===== RECORD SET =====

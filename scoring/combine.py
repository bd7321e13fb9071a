"""The combined score and the ranking of candidate summaries.

Formula (one place, documented in the README):

    combined = w_coverage * coverage + w_fluency * fluency            (both in [0, 1])

where ``coverage`` is the coverage scorer's ``share`` (the part of the model's uncertainty
about the blanked key words that the summary removes, clipped to [0, 1]) and ``fluency`` is the
fluency scorer's bounded value. Weights default to 0.75 / 0.25: coverage is what the tool is
for, fluency guards against compressed text that no longer reads. A candidate over its word
budget is flagged and always ranked after every candidate within budget; ties break on
coverage, then on the order given.
"""

from __future__ import annotations

from dataclasses import dataclass, field

from scoring.base import Signature


@dataclass(frozen=True)
class CombineConfig:
    w_coverage: float = 0.75
    w_fluency: float = 0.25

    def __post_init__(self):
        if self.w_coverage < 0 or self.w_fluency < 0 or self.w_coverage + self.w_fluency <= 0:
            raise ValueError("weights must be non-negative and not both zero")

    def signature(self) -> Signature:
        return Signature.build("combined", {"cov": self.w_coverage, "flu": self.w_fluency, "over": "last"})


@dataclass(frozen=True)
class Candidate:
    """One summary with every score boildown computed for it."""

    name: str
    text: str
    words: int
    budget: int | None
    coverage: object  # CoverageScore
    fluency: object  # FluencyScore
    combined: float
    rouge: object | None = None  # RougeScore
    bertscore: object | None = None  # BertScore
    rank: int = 0
    extra: dict = field(default_factory=dict)

    @property
    def over_budget(self) -> bool:
        return self.budget is not None and self.words > self.budget

    def to_dict(self) -> dict:
        out = {
            "rank": self.rank,
            "name": self.name,
            "words": self.words,
            "budget": self.budget,
            "over_budget": self.over_budget,
            "combined": self.combined,
            "coverage": self.coverage.to_dict(),
            "fluency": self.fluency.to_dict(),
            "text": self.text,
        }
        if self.rouge is not None:
            out["rouge"] = self.rouge.to_dict()
        if self.bertscore is not None:
            out["bertscore"] = self.bertscore.to_dict()
        out.update(self.extra)
        return out


def combined_score(coverage_share: float, fluency: float, config: CombineConfig = CombineConfig()) -> float:
    cov = min(1.0, max(0.0, coverage_share))
    flu = min(1.0, max(0.0, fluency))
    total = config.w_coverage + config.w_fluency
    return round((config.w_coverage * cov + config.w_fluency * flu) / total, 6)


def rank(candidates: list[Candidate]) -> list[Candidate]:
    """Within-budget first, then by combined score, then coverage; ranks start at 1."""
    from dataclasses import replace

    order = sorted(
        range(len(candidates)),
        key=lambda i: (candidates[i].over_budget, -candidates[i].combined, -candidates[i].coverage.share, i),
    )
    return [replace(candidates[i], rank=n + 1) for n, i in enumerate(order)]
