"""Text rules every part of boildown shares: the one word count and the one sentence split.

Word counting: a word is a maximal run of non-whitespace characters, exactly what `wc -w`
counts (and Python's ``str.split()``). Budgets, reports, tests and benchmarks all use
``count_words``; a printed summary of N words here is N words to `wc -w`.

Sentence splitting uses syntok's rule-based segmenter (no data download), which keeps
abbreviations such as "Dr.", "e.g." and "No. 3" inside their sentences. It lives here, at the
bottom of the package graph, so that the scorers and the summarizer split alike and
``scoring`` never imports ``summarize``.

Stemming is NLTK's Porter stemmer (Porter, 1980), one cached instance for the key words'
matching and the summarizer's tf-idf terms alike.
"""

from __future__ import annotations

import functools
import re


def count_words(text: str) -> int:
    """Whitespace-separated tokens: the same number `wc -w` prints."""
    return len(text.split())


_SPACE = re.compile(r"\s+")


def split_sentences(text: str) -> list[str]:
    """Split running text into sentences with syntok; whitespace inside each is normalised."""
    return [s for s, _ in split_offsets(text)]


# A "sentence" longer than this is split again at terminal punctuation followed by space, even
# before a lower-case word: syntok (rightly) never splits there, but lower-cased or tokenised
# text ("... countries ( 1).vitamin d is ...") otherwise comes back as one huge sentence.
LONG_SENTENCE = 80
_RESPLIT = re.compile(r"(?<=[.!?])\s+(?=[a-z(\[])|(?<=\S[.!?])(?=[a-z][a-z])")


def split_offsets(text: str) -> list[tuple[str, int]]:
    out = []
    for sentence, start in _syntok_offsets(text):
        if len(sentence.split()) <= LONG_SENTENCE:
            out.append((sentence, start))
            continue
        raw = text[start:]
        cursor = 0
        pieces = []
        for m in _RESPLIT.finditer(sentence):
            pieces.append(sentence[cursor : m.start()].strip())
            cursor = m.end()
        pieces.append(sentence[cursor:].strip())
        offset = start
        for piece in pieces:
            if piece:
                found = raw.find(piece.split()[0])
                out.append((piece, start + found if found >= 0 else offset))
                offset = out[-1][1]
    return out


def _syntok_offsets(text: str) -> list[tuple[str, int]]:
    from syntok import segmenter

    out = []
    for paragraph in segmenter.analyze(text):
        for sentence in paragraph:
            if not sentence:
                continue
            start = sentence[0].offset
            end = sentence[-1].offset + len(sentence[-1].value)
            raw = text[start:end]
            clean = _SPACE.sub(" ", raw).strip()
            if clean:
                out.append((clean, start))
    return out


@functools.lru_cache(maxsize=1)
def _stemmer():
    from nltk.stem.porter import PorterStemmer

    return PorterStemmer()


@functools.lru_cache(maxsize=200_000)
def stem(word: str) -> str:
    """Porter stem of a lowercased word (cached: documents repeat their words)."""
    return _stemmer().stem(word)
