class CoverageScorer(BaseScorer, name="coverage", label="Coverage", needs="source", config=CoverageConfig):
    """The share of the model's uncertainty about the source's blanked key words that the summary
    removes through the key words it contains: how much of the source's key content it carries
    (the key words it leaves out are listed as missed). Masked key-word recovery with the
    packaged causal model, reading left context."""

    columns = (
        Column("coverage", lambda r: r.share, "pct", "coverage", "Coverage"),
        Column("coverage_logprob_gain", lambda r: r.logprob_gain),
        Column("coverage_accuracy_gain", lambda r: r.accuracy_gain),
        Column("recovered", lambda r: r.recovered, "words"),
        Column("missed", lambda r: r.missed, "words"),
    )

    def __init__(self, config: CoverageConfig | None = None):
        super().__init__(config)
        self._baselines: dict[tuple[str, int], _Pass] = {}

    # ------------------------------------------------------------------ public

    def score(self, summary: str, *, source: str, reference=None) -> CoverageScore:
        return self.score_many([summary], source=source)[0]

    def score_many(self, summaries: list[str], *, source: str, references=None) -> list[CoverageScore]:
        """Score several summaries of one source; the plan and baselines are shared, and the
        summaries' own passes over the prefix run together in batches (``HEAD_GROUP`` at a time)."""
        if not source or not source.strip():
            raise ValueError("the source is empty: nothing to cover")
        plan = self._plan(source)
        sig = self.signature()
        if not plan.positions:
            return [_empty(plan, sig) for _ in summaries]
        doc = plan.keyword_set.text_hash
        results = []
        for start in range(0, len(summaries), HEAD_GROUP):
            group = [s or "" for s in summaries[start : start + HEAD_GROUP]]
            prefixes = [self._prefix_ids(s) for s in group]
            # the filler baselines this group needs and has not cached yet, then the summaries
            missing = sorted({size for _, size in prefixes if (doc, size) not in self._baselines})
            wanted = [self._prefix_ids("", size)[0] for size in missing]
            wanted += [ids for (ids, _), s in zip(prefixes, group) if s.strip()]
            carried = [_carried(plan, s) for s in group]
            every = set(range(len(plan.rows)))
            reads = [every] * len(missing)
            reads += [self._rows_to_read(plan, found) for found, s in zip(carried, group) if s.strip()]
            passes = iter(self._runs(wanted, plan, reads))
            for size in missing:
                self._baselines[(doc, size)] = next(passes)
            for s, found, (_, size) in zip(group, carried, prefixes):
                base = self._baselines[(doc, size)]
                results.append(_summarise(plan, base, next(passes) if s.strip() else base, self.config, sig, found))
        return results

    def _rows_to_read(self, plan: _Plan, found: list[str]) -> set[int]:
        """The rows a summary's own pass reads: those holding a key word it carries, or all."""
        if not self.config.reads_carried_only:
            return set(range(len(plan.rows)))
        mine = {k for k, word in enumerate(found) if word}
        return {r for r, owners in enumerate(plan.row_owners) if owners & mine}

    def signature(self) -> Signature:
        c = self.config
        return Signature.build(
            "coverage",
            {
                **self.lm.describe(),  # the model, and the dtype it runs in ("auto" resolved)
                "keywords": c.keywords,
                "key_rule": KEY_RULE,
                "occurrence": c.mode,
                "window": c.window,
                "blanks": c.max_blanks,
                "per_keyword": c.per_keyword,
                "headline": c.headline,
                "credit": c.credit,
                "lowercase": c.lowercase,
                "rows": "alone" if c.row_tokens == 0 else f"packed-{c.row_tokens}",  # each range read alone, or packed
            },
            ("torch", "transformers", "spacy"),
        )

    # ------------------------------------------------------------------ internals

    @functools.cached_property
    def lm(self):
        from scoring.lm import causal_lm

        return causal_lm(self.config.dtype, self.config.batch_tokens)

    def _tokens(self, text: str) -> list[int]:
        return list(self.lm.tokens(text))

    @functools.lru_cache(maxsize=16)
    def _plan(self, source: str) -> _Plan:
        c = self.config
        kwset = choose_keywords(source, KeywordConfig(count=c.keywords))
        occurrences = kwset.occurrences()
        lower = (lambda s: s.lower()) if c.lowercase else (lambda s: s)
        blank_ids = self._tokens(c.blank)
        spaced_blank_ids = self._tokens(" " + c.blank)
        ids: list[int] = []
        positions, targets, blank_of, owners = [], [], [], []
        seen: dict[int, int] = {}
        # the one occurrence of each key word that is scored whole (modes "middle" and "first")
        if c.mode == "dense":
            chosen = _dense_choice([sorted(a for a, _ in kw.spans) for kw in kwset.keywords], c.window * CHARS_PER_TOKEN)
        else:
            chosen = {i: (kw.count - 1) // 2 if c.mode == "middle" else 0 for i, kw in enumerate(kwset.keywords)}
        cursor = 0
        for start, end, owner in occurrences:
            segment = lower(source[cursor:start])
            lead = ""
            if segment.endswith(" "):
                segment, lead = segment[:-1], " "
            ids.extend(self._tokens(segment))
            target = self._tokens(lead + lower(source[start:end]))
            k = 0
            while k < len(target) - 1 and self.lm.is_space(target[k]):
                k += 1
            ids.extend(target[:k])
            seen[owner] = seen.get(owner, 0) + 1
            whole = c.mode != "every"
            if whole:
                wanted = seen[owner] - 1 == chosen[owner] and len(owners) < c.max_blanks and ids
            else:
                wanted = seen[owner] <= c.per_keyword and len(owners) < c.max_blanks and ids
            if wanted:
                last = len(target) if whole else k + 1
                for j in range(k, last):
                    positions.append(len(ids) - 1 + j - k)
                    targets.append(target[j])
                    blank_of.append(len(owners))
                owners.append(owner)
            if whole and seen[owner] - 1 == chosen[owner]:
                ids.extend(target[k:])
            else:
                ids.extend(blank_ids if (k or not lead) else spaced_blank_ids)
            cursor = end
        ids.extend(self._tokens(lower(source[cursor:])))
        ranges = _merge_windows(positions, c.window, len(ids))
        rows = _pack(ranges, positions, ids, self._tokens("\n\n"), c.row_tokens)
        row_owners = tuple(frozenset(owners[blank_of[i]] for _, i in scored) for _, scored in rows)
        return _Plan(tuple(ids), tuple(positions), tuple(targets), tuple(blank_of), tuple(owners), tuple(ranges), rows,
                     row_owners, kwset, source)

    def _prefix_ids(self, summary: str, length: int | None = None) -> tuple[list[int], int]:
        """The template around the summary, whose tokens are padded on the left with filler to
        a bucketed length; returns the ids and that length (the baseline's cache key)."""
        c = self.config
        before, _, after = TEMPLATE.partition("{summary}")
        body = self._tokens((summary.lower() if c.lowercase else summary).strip()) if summary.strip() else []
        bucket = c.prefix_bucket
        size = length if length is not None else max(bucket, math.ceil(len(body) / bucket) * bucket)
        pad = self._tokens(c.filler)[:1] * max(0, size - len(body))
        head = self._tokens(before) if before else []
        return head + pad + body[-size:] + self._tokens(after), size

    def _runs(self, prefixes: list[list[int]], plan: _Plan, reads: list[set[int]] | None = None) -> list[_Pass]:
        """One pass per prefix: the prefixes' key/value caches, then the rows of windows in
        ``reads`` (per prefix; default every row) read after each."""
        asks = [(ids, [(col, plan.targets[i]) for col, i in scored]) for ids, scored in plan.rows]
        reads = reads if reads is not None else [set(range(len(plan.rows)))] * len(prefixes)
        out = []
        for ids, head, rows in zip(prefixes, self.lm.prefix_states(prefixes), reads):
            logprobs: list[float | None] = [None] * len(plan.positions)
            hits: list[bool | None] = [None] * len(plan.positions)
            chosen = sorted(rows)
            for r, answers in zip(chosen, self.lm.read_after(head, len(ids), [asks[r] for r in chosen])):
                for (_, i), (logprob, hit) in zip(plan.rows[r][1], answers):
                    logprobs[i], hits[i] = logprob, hit
            blank_lp: list[float | None] = [0.0] * len(plan.owners)
            blank_hit: list[bool | None] = [True] * len(plan.owners)
            for i, blank in enumerate(plan.blank_of):
                if logprobs[i] is None or blank_lp[blank] is None:
                    blank_lp[blank], blank_hit[blank] = None, None
                else:
                    blank_lp[blank] += logprobs[i]
                    blank_hit[blank] = blank_hit[blank] and hits[i]
            out.append(_Pass(tuple(blank_lp), tuple(blank_hit)))
        return out
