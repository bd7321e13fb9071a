"""SLOR and WPSLOR: a sentence's log-probability with its words' plain frequency taken out.

Kann, Rothe & Filippova (2018), "Sentence-Level Fluency Evaluation: References Help, But Can Be
Spared!" (CoNLL), eq. 1: SLOR(S) = (ln p_M(S) - ln p_u(S)) / |S|, with p_M the language model's
probability of the sentence, p_u the product of its tokens' unigram probabilities and |S| its
length. WPSLOR is the same over word pieces (the model's own tokens) with word-piece unigrams.

Here: SLOR uses words (``wordfreq`` English frequencies; a word it does not know gets
``FLOOR``), WPSLOR the model's tokens with a unigram table counted from the source (add-one).
"""

from __future__ import annotations

import math
from collections import Counter
from collections.abc import Iterable, Sequence

FLOOR = 1e-8  # frequency given to a word wordfreq does not list (its own lower bound is about 1e-8)


def slor(lm_logprob: float, unigram_logprob: float, length: int) -> float:
    """Kann et al. (2018) eq. 1: (ln p_M(S) - ln p_u(S)) / |S|."""
    if length < 1:
        raise ValueError("SLOR of an empty sentence is undefined")
    return (lm_logprob - unigram_logprob) / length


def word_unigram_logprob(sentence: str) -> tuple[float, int]:
    """Sum of ln p_u over the sentence's words (wordfreq, English) and how many words."""
    from wordfreq import tokenize, word_frequency

    ws = tokenize(sentence, "en")
    return sum(math.log(max(word_frequency(w, "en"), FLOOR)) for w in ws), len(ws)


class TokenUnigrams:
    """Unigram log-probabilities of model tokens counted from texts (add-one over ``vocabulary``)."""

    def __init__(self, token_lists: Iterable[Sequence[int]], vocabulary: int):
        self.counts = Counter()
        for tokens in token_lists:
            self.counts.update(tokens)
        self.total = sum(self.counts.values())
        self.vocabulary = vocabulary

    def logprob(self, tokens: Sequence[int]) -> float:
        return sum(math.log((self.counts[t] + 1) / (self.total + self.vocabulary)) for t in tokens)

=====

** EXERCISE DIRECTIONS **
Repeat, exactly and only, the lines from the beginning of the material through the line that contains "about the blanked".

** ANSWER SECTION **
filename scoring/combine.py
repository bd7321e13fb9071a
"""The combined score and the ranking of candidate summaries.

Formula (one place, documented in the README):

    combined = w_coverage * coverage + w_fluency * fluency            (both in [0, 1])

where ``coverage`` is the coverage scorer's ``share`` (the part of the model's uncertainty
about the blanked key words that the summary removes, clipped to [0, 1]) and ``fluency`` is the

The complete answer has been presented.